So I was on the ole book of face perusing through pages of status updates and shares when I scrolled upon a post from Liz Gilbert…I know, I know…I just posted about her and I don’t intend for this post to be another Liz love fest (even though I do love Liz and if ever someday I am being interviewed for something somewhere and someone asks me that question – you know that question – who has been your greatest influence or who inspires you – you can bet the farm that Liz Gilbert will most definitely be top o’list in my answer. Okay, so back to what I was saying – err typing – I came across a post regarding the 10th anniversary of Eat, Pray, Love. The post pays tribute to a collection of stories by real people – just like you and me (whaaat?)- who were inspired by Eat, Pray, Love. In fact, Eat, Pray, Love Made Them Do It (I have yet to buy a copy of this compilation of stories but plan to do so in the very near future). Whatever it is that they wrote about Eat, Pray, Love is to blame. In a good way. What caught my eye in this particular post however, was one of the comments from a woman named Sylvia. Sylvia made a comment to Liz congratulating her on the 10th anniversary of EPL noting the inspiration that she, like so many others, found in the book – but then continued on to say that the big things she was inspired to do weren’t working out as she had planned…
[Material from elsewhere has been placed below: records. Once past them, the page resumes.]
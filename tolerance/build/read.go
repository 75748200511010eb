package build

import (
	"path/filepath"
	"regexp"

	"batchwright/bom/document"
	"batchwright/bom/offer"
	"batchwright/bom/part"
)

// MaxUnits is the largest batch: what one test sheet holds.
const MaxUnits = 200

// An Opener reads a file that a build file names.
type Opener func(path string) ([]byte, error)

// reader gathers the build and every fault found on the way.
type reader struct {
	document.Faults
	build  *Build
	root   *document.Node
	stages []stageNode
	refs   map[string]*document.Node // references already given to a part
	broken map[string]bool           // stages and trims complained of: what names them is spared
}

// topKeys are the keys of a build file.
var topKeys = []string{"build", "units", "spares", "price_book", "families", "instruments",
	"conditions", "stages", "trims", "targets"}

var identifier = regexp.MustCompile(`^[A-Za-z][A-Za-z0-9_]*$`)

// Read reads a build file. Files it names are opened beside it. The error is a
// document.Complaints with every fault of every file, or the error of a file
// that could not be opened.
func Read(file string, text []byte, open Opener) (*Build, error) {
	root, faults := document.Parse(file, text)
	if len(faults) > 0 {
		return nil, faults
	}
	r := &reader{
		root:   root,
		build:  &Build{File: file},
		refs:   map[string]*document.Node{},
		broken: map[string]bool{},
	}
	if err := r.readAll(open); err != nil {
		return nil, err
	}
	if list := r.List(); len(list) > 0 {
		return nil, list
	}
	return r.build, nil
}

// readAll reads the parts of the file in the order in which they are needed.
func (r *reader) readAll(open Opener) error {
	if !r.Keys(r.root, topKeys...) && r.root.Kind != document.Mapping {
		return nil
	}
	r.readHead()
	if err := r.readFamilies(open); err != nil {
		return err
	}
	if err := r.readBook(open); err != nil {
		return err
	}
	r.readInstruments(r.root.Get("instruments"))
	r.readConditions(r.Need(r.root, "conditions", "at least one condition, the first being the reference"))
	r.readStages(r.Need(r.root, "stages", "the stages in signal order"))
	r.readTrims(r.root.Get("trims"))
	r.readTargets(r.root.Get("targets"))
	return nil
}

// readHead reads the title and the size of the batch.
func (r *reader) readHead() {
	if n := r.Need(r.root, "build", "a title"); n != nil {
		if n.Kind != document.Scalar || n.Value == "" {
			r.Add(n, "title", "a line of text")
		}
		r.build.Title = n.Value
	}
	if n := r.Need(r.root, "units", "how many are built"); n != nil {
		r.build.Units, _ = r.Whole(n, 1, MaxUnits)
	}
	r.build.Spares = DefaultSpares
	if n := r.root.Get("spares"); n != nil {
		if q, ok := r.Quantity(n, percent); ok {
			r.build.Spares = r.wholePercent(n, q.Value)
		}
	}
}

// DefaultSpares is the percentage of spare pieces bought unless the file says
// otherwise (common practice, no source).
const DefaultSpares = 5

// wholePercent turns a fraction into whole percent from 0 to 100.
func (r *reader) wholePercent(n *document.Node, fraction float64) int {
	for p := 0; p <= 100; p++ {
		if d := fraction*100 - float64(p); d > -1e-9 && d < 1e-9 {
			return p
		}
	}
	r.Add(n, "spares", "a whole percentage from 0 % to 100 %")
	return 0
}

// readFamilies loads the embedded families and the user's over them.
func (r *reader) readFamilies(open Opener) error {
	r.build.Families = part.Embedded()
	n := r.root.Get("families")
	if n == nil {
		return nil
	}
	path, text, err := r.beside(n, open)
	if err != nil || path == "" {
		return err
	}
	root, faults := document.Parse(path, text)
	r.AddAll(faults)
	if len(faults) == 0 {
		r.build.Families.Read(root, &r.Faults)
	}
	return nil
}

// readBook loads the user's price book, or the embedded demonstration book.
func (r *reader) readBook(open Opener) error {
	n := r.root.Get("price_book")
	if n == nil {
		r.build.Book = offer.Embedded()
		return nil
	}
	path, text, err := r.beside(n, open)
	if err != nil || path == "" {
		return err
	}
	book, faults := offer.Read(path, text, r.build.Families)
	r.AddAll(faults)
	r.build.Book = book
	return nil
}

// beside opens a file named in the build file, relative to it.
func (r *reader) beside(n *document.Node, open Opener) (path string, text []byte, err error) {
	if n.Kind != document.Scalar || n.Value == "" {
		r.Add(n, "file name", "the name of a file, relative to this one")
		return "", nil, nil
	}
	path = n.Value
	if !filepath.IsAbs(path) {
		path = filepath.Join(filepath.Dir(r.build.File), path)
	}
	text, err = open(path)
	return path, text, err
}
“Dear Liz, congratulations. This book was the impetus for me to “try” and do big things with my life. But my plans (remarry and have a baby) aren’t working out. I realize you’re not a short order cook that I can order up wisdom from, but if you get inspired to talk or write about finding “Plan B” in one of your talks, I’m all ears. I feel like I’m self destructing. I’ve never been a hammer, and I’m not even a hummingbird anymore. I just sit on my couch and cry everyday, 2 cats on my lap, reruns on TV. I do pray, but I just. Can’t. Get Happy. I need a plan B.” Sylvia
Listen, I don’t know if it’s right or wrong to quote Sylvia here on my blog, but honestly I don’t care. I was moved by her comment. And my little friend named inspiration came a knocking. And not a soft “housekeeping” knock – more like a “this is the police” kind of knock. And I suppose being the daughter of a police officer I learned at an early age that when the police knock at your door – you answer. You do not run and hide.
Plan B…that was the knock I heard. Probably, because I am all too familiar with Plan B. and C and D and E and F and G and H and I and J…and Z. And let’s start the alphabet all over again. Hell, let’s even bring in a few other languages’ alphabets to cover all the plans I’ve made and remade.
Plan A. Go to college, become All-American cross-country runner, study medicine, marry high school sweetheart, become a pediatrician, have 3 maybe 4 children, and live happily ever after.
Plan B. Go to college, succumb to a sciatica injury and burnout that sidelines “All-American” running career, break up with high school sweetheart, barely pass first year of classes, move back home, get a job, take classes at local community college, and frequent the local bars every.night.of.the.week.
And so it goes with plans C and D and E and F and G and H and I and J and Z and all those in between…my best laid plans.
I could continue on and on regurgitating the plans that I made and the plans that made me – but what I wanted to get at in this post – in response to you, Sylvia – is this – what I have learned about plans A and B and C and D and E and F and G and H and I and J and Z and all of those in between takes me back to this one simple quote adapted from a line in “To a Mouse,” by Robert Burns, “The best laid plans of mice and men often go awry.” And thank God that they do. Because on the other side of all of those plans, I have found a most amazing life. And standing here, on this side of the plans gone wrong, I wouldn’t change a thing.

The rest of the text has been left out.